Examine your view of how spiritual growth and real life are connected. Is there a disconnect between your real life and the life you have with God?

October 4, 2011

Turning to the Path of God’s Kingdom

People who want to experience the growth revealed in the Bible will turn (repent) from the ways of the world, to the ways of the kingdom of God, because the ways of the kingdom work. The kingdom of God, which seeks truth, reality, peace, righteousness, and purity of heart, is altogether different from the kingdom of this earth, which seeks to satisfy the pride and the desires of man. “For this you can be sure: No immoral, impure or greedy person; such a man is an idolater, has any inheritance in the kingdom of Christ and of God” (Ephesians 5:5). The path to growth and to make things work, is the path of God’s kingdom, not the ways of the world. For people to grow and find life worth living, they must do the two things to which the kingdom and righteousness refer. They must seek the ways of God (principles and how His kingdom works and operates) and they must live and internalize those ways for themselves.

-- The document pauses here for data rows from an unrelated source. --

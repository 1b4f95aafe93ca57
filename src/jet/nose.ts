// The one engine behind every criteria set: finds noses in a column of levels and judges them. Flat arrays, nothing
// allocated on the way, so that a scan over years and a single profile run the same code.

import type { Criteria } from './criteria.ts';

/**
 * What the engine reads: levels at or below the ceiling, ascending, height and speed known, perhaps followed by one point
 * at the ceiling itself. Reused from profile to profile.
 */
export interface NoseColumn {
  count: number;
  /** m above ground */
  heightAgl: Float64Array;
  /** m/s */
  speed: Float64Array;
  /** Standard uncertainty of the speed, m/s; read only where the criteria ask for it. */
  uncertainty: Float64Array;
  /** Whether levels reach the ceiling, so that a fall that lasts to the last point is no mere bound. */
  reachesCeiling: boolean;
}

/** Noses of a column, lowest first; positions are indices into the column. Reused. */
export interface NoseList {
  count: number;
  nose: Int32Array;
  /** Where the fall-off ends. */
  minimum: Int32Array;
  /** 1 where data stop below the ceiling while the speed still falls. */
  isBound: Uint8Array;
}

/**
 * Allowance on every threshold, m/s. Columns of a block are 32-bit floats: below 64 m/s each value is off by at most
 * 1.9e-6 m/s, so a difference by 3.8e-6. Reported speeds have at most three decimals, so no honest margin is this small.
 */
export const ALLOWANCE = 1e-5;

/** How many times its standard uncertainty a rise must reach to be more than the levels' uncertainty explains. */
export const RISE_FACTOR = 2;

export function noseColumn(capacity = 256): NoseColumn {
  return {
    count: 0,
    heightAgl: new Float64Array(capacity),
    speed: new Float64Array(capacity),
    uncertainty: new Float64Array(capacity),
    reachesCeiling: false,
  };
}

export function noseList(capacity = 256): NoseList {
  return {
    count: 0,
    nose: new Int32Array(capacity),
    minimum: new Int32Array(capacity),
    isBound: new Uint8Array(capacity),
  };
}

/** Finds every nose the criteria want looked at, with the end of its fall-off, into `out`. */
export function findNosesInto(column: NoseColumn, criteria: Criteria, out: NoseList): void {
  if (out.nose.length < column.count) Object.assign(out, noseList(2 * column.count));
  out.count = 0;
  if (column.count < 3) return;
  if (criteria.candidates === 'strongest') addStrongest(column, criteria, out);
  else addLocalMaxima(column, criteria, out);
}

/** The lowest of the greatest speeds, at an edge too; nothing lies above the top, so its fall-off is nought. */
function addStrongest(column: NoseColumn, criteria: Criteria, out: NoseList): void {
  const { heightAgl, speed, count } = column;
  if (heightAgl[0]! > criteria.noseCeiling) return;
  let nose = 0;
  for (let k = 1; k < count && heightAgl[k]! <= criteria.noseCeiling; k++) if (speed[k]! > speed[nose]!) nose = k;
  addNose(column, criteria, nose, out);
}

/**
 * Local maxima: the next lower level is strictly slower and the first different speed above is lower. A flat top counts
 * once, at its lowest level; one that runs to the last point, into a rise or down to the lowest level does not count.
 */
function addLocalMaxima(column: NoseColumn, criteria: Criteria, out: NoseList): void {
  const { heightAgl, speed, count } = column;
  const least = criteria.categories[0]!.speed - ALLOWANCE;
  const { noseCeiling } = criteria;
  // Only levels fast enough can be noses: the walk begins at the first of them and ends one above the last.
  let first = 1;
  while (first < count && speed[first]! < least) first++;
  let end = count - 1;
  while (end > first && speed[end - 1]! < least) end--;
  let rising = false;
  let top = 0;
  let below = speed[first - 1]!;
  for (let k = first; k <= end; k++) {
    const here = speed[k]!;
    if (here > below) {
      rising = true;
      top = k;
    } else if (here < below) {
      if (rising && below >= least && heightAgl[top]! <= noseCeiling) addNose(column, criteria, top, out);
      rising = false;
    }
    below = here;
  }
}

function addNose(column: NoseColumn, criteria: Criteria, nose: number, out: NoseList): void {
  const at = out.count++;
  const minimum =
    criteria.falloffTo === 'first-minimum'
      ? firstMinimum(column, nose)
      : criteria.falloffTo === 'layer-minimum'
        ? layerMinimum(column, nose)
        : risenMinimum(column, criteria.endingRise, nose);
  out.nose[at] = nose;
  // A fall that no rise has ended is told by the sign.
  const stillFalling = minimum < 0;
  out.minimum[at] = stillFalling ? ~minimum : minimum;
  out.isBound[at] = stillFalling && !column.reachesCeiling ? 1 : 0;
}

/** Up from the nose while the speed does not rise. @returns lowest index of the minimum, `~index` if the data end there */
function firstMinimum(column: NoseColumn, nose: number): number {
  const { speed, count } = column;
  let minimum = nose;
  let least = speed[nose]!;
  for (let k = nose + 1; k < count; k++) {
    const here = speed[k]!;
    if (here > speed[k - 1]!) return minimum;
    if (here < least) {
      minimum = k;
      least = here;
    }
  }
  return ~minimum;
}

/** The lowest speed anywhere above the nose. @returns its index, `~index` if it is the last point */
function layerMinimum(column: NoseColumn, nose: number): number {
  const { speed, count } = column;
  if (nose === count - 1) return ~nose;
  let minimum = nose + 1;
  for (let k = nose + 2; k < count; k++) if (speed[k]! < speed[minimum]!) minimum = k;
  return minimum === count - 1 ? ~minimum : minimum;
}

/** The least speed before it has risen by the ending rise, or above the nose. @returns its index, `~index` if it never has */
function risenMinimum(column: NoseColumn, endingRise: Criteria['endingRise'], nose: number): number {
  const { speed, uncertainty, count } = column;
  const peak = speed[nose]!;
  let minimum = nose;
  let least = peak;
  for (let k = nose + 1; k < count; k++) {
    const here = speed[k]!;
    if (here > peak) return minimum;
    if (here < least) {
      minimum = k;
      least = here;
    } else if (here > least) {
      const rise = endingRise === 'uncertainty' ? explainedRise(uncertainty[minimum]!, uncertainty[k]!) : endingRise;
      if (here - least >= rise - ALLOWANCE) return minimum;
    }
  }
  return ~minimum;
}

/** The greatest difference between two levels, m/s, that their uncertainty may well explain. */
export function explainedRise(oneUncertainty: number, otherUncertainty: number): number {
  return RISE_FACTOR * Math.sqrt(oneUncertainty * oneUncertainty + otherUncertainty * otherUncertainty);
}

/** The same as the fall-off, downward: index of the minimum below, by the rule that ends the fall-off above. */
export function minimumBelow(column: NoseColumn, criteria: Criteria, nose: number): number {
  const { speed, uncertainty } = column;
  const { endingRise, falloffTo } = criteria;
  let minimum = nose;
  let least = speed[nose]!;
  for (let k = nose - 1; k >= 0; k--) {
    const here = speed[k]!;
    if (falloffTo === 'first-minimum' && here > speed[k + 1]!) break;
    if (falloffTo === 'risen-minimum' && here > least) {
      const rise = endingRise === 'uncertainty' ? explainedRise(uncertainty[minimum]!, uncertainty[k]!) : endingRise;
      if (here > speed[nose]! || here - least >= rise - ALLOWANCE) break;
    }
    if (here < least) {
      minimum = k;
      least = here;
    }
  }
  return minimum;
}

/** Highest category the i-th nose of the list meets; -1 when none. */
export function categoryOf(column: NoseColumn, criteria: Criteria, list: NoseList, i: number): number {
  const { speed } = column;
  const nose = list.nose[i]!;
  const peak = speed[nose]! + ALLOWANCE;
  const least = speed[list.minimum[i]!]!;
  const falloff = peak - least;
  let category = criteria.categories.length - 1;
  for (; category >= 0; category--) {
    const wanted = criteria.categories[category]!;
    if (peak >= wanted.speed && falloff >= wanted.falloff) break;
  }
  if (category < 0) return -1;
  if (criteria.ratioAbove > 1 && !(peak >= criteria.ratioAbove * least)) return -1;
  if (criteria.riseBelow > 0) {
    const below = speed[minimumBelow(column, criteria, nose)]!;
    if (!(peak - below >= criteria.riseBelow)) return -1;
  }
  return category;
}

/**
 * Which nose of the list the criteria choose: the lowest that meets them, or the best category, then the greater speed,
 * then the lower height.
 * @returns position in the list; -1 when none meets the criteria
 */
export function chooseNose(column: NoseColumn, criteria: Criteria, list: NoseList): number {
  let chosen = -1;
  let best = -1;
  let peak = -Infinity;
  for (let i = 0; i < list.count; i++) {
    const category = categoryOf(column, criteria, list, i);
    if (category < 0) continue;
    if (criteria.candidates !== 'every-maximum') return i;
    const speed = column.speed[list.nose[i]!]!;
    if (category < best || (category === best && speed <= peak)) continue;
    chosen = i;
    best = category;
    peak = speed;
  }
  return chosen;
}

In the Sermon on the Mount Jesus describes the path to the kingdom: “Blessed are the poor in spirit, for theirs is the kingdom of heaven. Blessed are those who mourn, for they will be comforted. Blessed are the meek, for they will inherit the earth. Blessed are those who hunger and thirst for righteousness, for they will be filled. Blessed are the merciful, for they will be shown mercy. Blessed are the pure in heart, for they will see God. Blessed are the peacemakers, for they will be called sons of God. Blessed are those who are persecuted because of righteousness, for theirs is the kingdom of heaven. Blessed are you when people insult you, persecute you and falsely say all kinds of evil against you because of me” (Matthew 5:3-11).   

If we could see and understand the things the way the Bible presents them, we would not be opposed to holy living (righteousness). Here is a quick look at the Beatitudes of which is a blue print for a good life: Run from the things that will destroy your life. Be a person of your word, and people will trust you. Don’t do good just to those who are good to you, be good to everyone. Make amends with those who have hurt you and work out your conflict with others. Don’t be religious for show, but be spiritual in the privacy of your own heart. Don’t be materialistic; invest your resources, your time and money into things that will last forever, like God’s ways and people. Stop judging other people; turn your concerns to your own attitudes and behavior. Guard the good things of your heart from those who would want to harm you. Treat other people in the same way you would want to be treated. Beware of false spiritual teachers; examine how they live and notice what happens to the people who follow them. Build a life on what Jesus taught and you will have a solid life on which to stand; when you do and no matter what happens you will get through it.

We are to seek the things of God as a priority over the things of the world because the kingdom of God it is of greater value than all the world’s riches. In our own lives we need to turn (repent) to the ways of God’s kingdom and righteousness, not to be good, but to live well. To find His ways is to find the kingdom. To live out His ways is to find righteousness. To find His kingdom and His righteousness is to find the life God intended you to have.  Is all your time and money spent on goods and activities that will certainly perish, or in the services of God?